Data showing that the apparent concept-formation of non-human animals is likely an artifact: =============================== J Comp Psychol. 2007 Feb;121(1):22-33.
Discrimination of artificial categories structured by family resemblances: a comparative study in people (Homo sapiens) and pigeons (Columba livia).Graduate School of Science and Technology, Chiba University, Chiba, Japan.
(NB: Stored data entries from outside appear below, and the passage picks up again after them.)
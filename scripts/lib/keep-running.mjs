import { isEnding } from "./lifetime.mjs";
import { Trouble } from "./trouble.mjs";

const TIMES = 3;
const WITHIN_MS = 60_000;

/**
 * Starts a program again whenever it ends by itself.
 *
 * @param {string} title
 * @param {import("./programs.mjs").Program} program
 * @param {() => Promise<import("./programs.mjs").Program>} startAgain
 * @returns {Promise<never>}
 * @throws {Trouble} when it has ended a fourth time within a minute
 */
export async function keepRunning(title, program, startAgain) {
  /** @type {number[]} */
  let ends = [];
  for (;;) {
    const { code, signal } = await program.exited;
    if (isEnding()) return new Promise(() => undefined);
    const now = performance.now();
    ends = [...ends.filter((end) => now - end < WITHIN_MS), now];
    const how = signal ?? `exit code ${code}`;
    if (ends.length > TIMES) throw new Trouble(`${title} ends again and again (last: ${how}).`);
    console.log(`${title} ended unexpectedly (${how}): starting it again.`);
    program = await startAgain();
    console.log(`${title} runs again.`);
  }
}
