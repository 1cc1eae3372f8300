import { createHash } from "node:crypto";
import { connect, createServer } from "node:net";
import { setTimeout as wait } from "node:timers/promises";

const ANSWER_WITHIN_MS = 2000;

/**
 * @typedef {object} Holder who holds a lock
 * @property {number} pid
 * @property {string} [command] what was run
 * @property {string} [address] where the product answers
 */

/**
 * A lock's name in Linux's abstract socket names: they leave no file behind, and the kernel frees one at once when
 * its process ends, even by SIGKILL, so a lock is never stale.
 *
 * @param {string} name a folder's path, or a path and a purpose
 */
function socketName(name) {
  return `\0evenswing-${createHash("sha256").update(name).digest("hex").slice(0, 32)}`;
}

/**
 * Takes a lock, or says who has it.
 *
 * @param {string} name the same for all that exclude each other
 * @param {() => Holder} aboutSelf asked whenever somebody else wants the lock
 * @returns {Promise<{ release: () => Promise<void> } | { holder: Holder }>}
 */
export async function takeLock(name, aboutSelf) {
  for (;;) {
    const release = await listen(name, aboutSelf);
    if (release) return { release };
    const holder = await askHolder(name);
    if (holder) return { holder };
    // It was given up between the two looks.
    await wait(50);
  }
}

/**
 * Who holds a lock.
 *
 * @param {string} name
 * @returns {Promise<Holder | null>} null where nobody does
 */
export function askHolder(name) {
  return new Promise((resolve) => {
    let answer = "";
    const socket = connect(socketName(name));
    socket.setEncoding("utf8");
    socket.setTimeout(ANSWER_WITHIN_MS, () => socket.destroy());
    socket.on("data", (part) => {
      answer += part;
    });
    let reached = false;
    socket.on("connect", () => {
      reached = true;
    });
    socket.on("error", () => undefined);
    socket.on("close", () => {
      if (answer) resolve(JSON.parse(answer));
      // A holder that is there but says nothing is busy or stopped: it still holds the lock.
      else resolve(reached ? { pid: 0 } : null);
    });
  });
}

/**
 * Does something that two processes mustn't do at once, after waiting for the other if there is one.
 *
 * @template T
 * @param {string} name
 * @param {() => Promise<T>} work
 */
export async function alone(name, work) {
  for (;;) {
    const lock = await takeLock(name, () => ({ pid: process.pid }));
    if ("release" in lock) {
      try {
        return await work();
      } finally {
        await lock.release();
      }
    }
    await wait(200);
  }
}

/**
 * @param {string} name
 * @param {() => Holder} aboutSelf
 * @returns {Promise<(() => Promise<void>) | null>}
 */
function listen(name, aboutSelf) {
  return new Promise((resolve, reject) => {
    const server = createServer((socket) => {
      socket.on("error", () => undefined);
      socket.end(JSON.stringify(aboutSelf()));
    });
    server.once("error", (error) => {
      if ("code" in error && error.code === "EADDRINUSE") resolve(null);
      else reject(error);
    });
    server.listen(socketName(name), () => {
      server.unref();
      resolve(() => new Promise((done) => server.close(() => done())));
    });
  });
}
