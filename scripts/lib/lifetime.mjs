import { describeError } from "./trouble.mjs";

/** @type {(() => unknown)[]} */
const endings = [];
let ending = false;

/**
 * Has something done when this script ends, however it ends; the latest is done first.
 *
 * @param {() => unknown} work
 * @returns {() => void} takes it off the list again
 */
export function whenEnding(work) {
  endings.push(work);
  return () => {
    const at = endings.lastIndexOf(work);
    if (at >= 0) endings.splice(at, 1);
  };
}

/** Whether the script is being ended. */
export function isEnding() {
  return ending;
}

async function endEverything() {
  ending = true;
  for (let work = endings.pop(); work; work = endings.pop()) {
    try {
      await work();
    } catch (error) {
      console.error(describeError(error));
    }
  }
}

/**
 * Runs a script from here to its end: whatever was begun is stopped, after success, failure, Ctrl-C or SIGTERM.
 *
 * @param {() => Promise<number>} main answers with the exit code
 * @param {{ interrupted: number, onTrouble?: () => void }} options the exit code after Ctrl-C or SIGTERM, and what
 *   to add after a failure was told
 */
export async function runScript(main, { interrupted, onTrouble }) {
  for (const signal of /** @type {const} */ (["SIGINT", "SIGTERM", "SIGHUP"])) {
    process.on(signal, async () => {
      if (ending) return;
      console.log("Stopping ...");
      await endEverything();
      console.log("Stopped.");
      process.exit(interrupted);
    });
  }
  let code = 1;
  try {
    code = await main();
  } catch (error) {
    // While a signal ends everything, steps fail because their programs were stopped: that's no news.
    if (ending) return;
    console.error(describeError(error));
    await endEverything();
    onTrouble?.();
    process.exit(1);
  }
  if (ending) return;
  await endEverything();
  process.exit(code);
}
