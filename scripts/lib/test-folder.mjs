import { mkdirSync, mkdtempSync, readdirSync, realpathSync, rmSync } from "node:fs";
import { tmpdir } from "node:os";
import { join } from "node:path";
import { whenEnding } from "./lifetime.mjs";
import { takeLock } from "./lock.mjs";
import { endProcesses, processesKeptIn } from "./proc.mjs";

const PREFIX = "evenswing-test-";
const GRACE_MS = 5000;

/**
 * Makes the folder in which one test run keeps everything that is thrown away afterwards, and clears away what
 * earlier runs that were killed left behind. Runs that are still going are left alone.
 *
 * @param {string} [parent]
 * @returns {Promise<{ folder: string, cleared: number }>}
 */
export async function makeTestFolder(parent = realpathSync(tmpdir())) {
  const cleared = await clearKilledRuns(parent);
  const folder = mkdtempSync(join(parent, PREFIX));
  const lock = await takeLock(folder, () => ({ pid: process.pid }));
  whenEnding(async () => {
    await endProcesses(processesKeptIn(folder), GRACE_MS);
    rmSync(folder, { recursive: true, force: true, maxRetries: 5 });
    if ("release" in lock) await lock.release();
  });
  mkdirSync(join(folder, "tmp"));
  return { folder, cleared };
}

/**
 * @param {string} parent
 * @returns {Promise<number>} how many were cleared away
 */
export async function clearKilledRuns(parent) {
  let cleared = 0;
  for (const name of readdirSync(parent).filter((entry) => entry.startsWith(PREFIX))) {
    const folder = join(parent, name);
    const lock = await takeLock(folder, () => ({ pid: process.pid }));
    if ("holder" in lock) continue;
    await endProcesses(processesKeptIn(folder), GRACE_MS);
    rmSync(folder, { recursive: true, force: true, maxRetries: 5 });
    await lock.release();
    cleared += 1;
  }
  return cleared;
}
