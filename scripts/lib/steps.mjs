import { isEnding } from "./lifetime.mjs";

const SHOW_AFTER_MS = 400;
const REMIND_EVERY_MS = 10_000;

/**
 * Says seconds with one decimal.
 *
 * @param {number} sinceMs a reading of performance.now()
 */
export function seconds(sinceMs) {
  return `${((performance.now() - sinceMs) / 1000).toFixed(1)} s`;
}

/**
 * Makes a function that runs the steps of one script in order, numbered, each with its result and its time.
 * A step that takes a while is announced first and says every ten seconds that it goes on.
 *
 * @param {number} count how many steps there will be
 * @param {(line: string) => void} [print]
 */
export function numberedSteps(count, print = console.log) {
  let number = 0;
  /**
   * @template T
   * @param {string} title what is being done
   * @param {(say: (result: string) => void) => T | Promise<T>} work calls `say` with what came of it
   * @param {{ speaks?: boolean }} [options] `speaks`: the work prints lines of its own
   * @returns {Promise<T>}
   */
  return async function step(title, work, { speaks = false } = {}) {
    number += 1;
    const label = `[${number}/${count}] ${title}`;
    const begun = performance.now();
    const announce = setTimeout(() => print(`${label} ...`), speaks ? 0 : SHOW_AFTER_MS);
    const remind = setInterval(() => {
      if (!speaks) print(`${label} ... (${seconds(begun)} so far)`);
    }, REMIND_EVERY_MS);
    let result = "done";
    try {
      const value = await work((text) => {
        result = text;
      });
      print(`${label}: ${result} (${seconds(begun)})`);
      return value;
    } catch (error) {
      if (!isEnding()) print(`${label}: failed (${seconds(begun)})`);
      throw error;
    } finally {
      clearTimeout(announce);
      clearInterval(remind);
    }
  };
}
Adult humans (Homo sapiens) and pigeons (Columba livia) were trained to discriminate artificial categories that the authors created by mimicking 2 properties of natural categories. One was a family resemblance relationship: The highly variable exemplars, including those that did not have features in common, were structured by a similarity network with the features correlating to one another in each category. The other was a polymorphous rule: No single feature was essential for distinguishing the categories, and all the features overlapped between the categories.
Pigeons learned the categories with ease and then showed a prototype effect in accord with the degrees of family resemblance for novel stimuli. Some evidence was also observed for interactive effects of learning of individual exemplars and feature frequencies. Humans had difficulty in learning the categories. The participants who learned the categories generally responded to novel stimuli in an all-or-none fashion on the basis of their acquired classification decision rules. The processes that underlie the classification performances of the 2 species are discussed.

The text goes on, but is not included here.